● **YOUR TASK**: Where a line of the records holds the string "parent", copy that line.

● **RECORDS SHOWN**:
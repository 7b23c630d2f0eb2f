"""Binary BCH over GF(2^m): narrow-sense (roots alpha^1 .. alpha^2t), primitive parent length 2^m - 1,
shortened by leading zeros.

Code.  g(x) is the LCM of the minimal polynomials of alpha, alpha^3, ..., alpha^(2t-1); r = deg g parity
bits, k = 2^m - 1 - r data bits for the parent code; `data_bits` (default k) may be fewer (shortened).

Layout (docs/DESIGN.md §4).  The message polynomial's coefficients, highest degree first, are the data
bits packed MSB-first: data bit i (i = 0 .. nd-1, nd = 8 * data_len or data_bits) is the coefficient of
x^(r + nd - 1 - i).  Parity = (message * x^r) mod g(x), its r coefficients highest degree first, packed
MSB-first: parity bit i is the coefficient of x^(r - 1 - i).  When data_bits is a multiple of 8, any
data_len from 1 to data_bits / 8 is accepted (shortening by leading zero bits).  Otherwise data_len is
exactly ceil(data_bits / 8): the data bits are the first data_bits bits of the buffer and the trailing
pad bits of its last byte carry no code bit.  Pad bits (data and parity) are ignored by check and decode
and never changed by decode; encode writes the parity pad bits as zero.

Decoding (the reference the C follows): syndromes S_1 .. S_2t of the received word; all zero -> 0.
Otherwise Berlekamp-Massey gives the shortest LFSR (C(x), L); it is accepted only when L <= t and
deg C = L.  A Chien search over the transmitted positions 0 .. nd + r - 1 only must then find exactly L
roots (positions p with C(alpha^-p) = 0); those bits are flipped and L is returned.  Anything else is
uncorrectable and leaves both buffers as given, so the decoder is exactly bounded-distance (a binary word
whose locator has L <= t distinct roots with deg C = L is always within distance L of a codeword).
"""
from __future__ import annotations

import numpy as np

from ..gf import (DEFAULT_PRIMITIVE, Field, bin_mod, bin_mul, cyclotomic_coset, degree, field_context,
                  is_primitive, step_context)
from ..spec import Spec, SpecError
from .base import ERR_LENGTH, ERR_UNCORRECTABLE, CodeModel, Properties, ctype_bytes

WORD_BITS = 32            # the C holds the remainder in uint32_t words, left-aligned
STEP_TABLE_BYTES = 16384    # the fast profile's word-wide remainder tables at most (4 byte-wide ones for 104 bits)
UNROLL_WORDS = 8          # up to this many words the C keeps the remainder in scalar locals (registers)


def generator_exponents(m: int, t: int) -> list[list[int]]:
    """The cyclotomic cosets of alpha^1, alpha^3, ..., alpha^(2t-1) (each coset once), in order."""
    seen: set[int] = set()
    cosets = []
    for i in range(1, 2 * t, 2):
        if i % ((1 << m) - 1) in seen:
            continue
        coset = cyclotomic_coset(i, m)
        seen.update(coset)
        cosets.append(coset)
    return cosets


def parity_bits_for(m: int, t: int) -> int:
    """deg g(x) = the number of distinct conjugates of alpha^1 .. alpha^2t (independent of the field polynomial)."""
    return sum(len(c) for c in generator_exponents(m, t))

● **ANSWER SECTION**:
"""Binary BCH over GF(2^m): narrow-sense (roots alpha^1 .. alpha^2t), primitive parent length 2^m - 1,
bits, k = 2^m - 1 - r data bits for the parent code; `data_bits` (default k) may be fewer (shortened).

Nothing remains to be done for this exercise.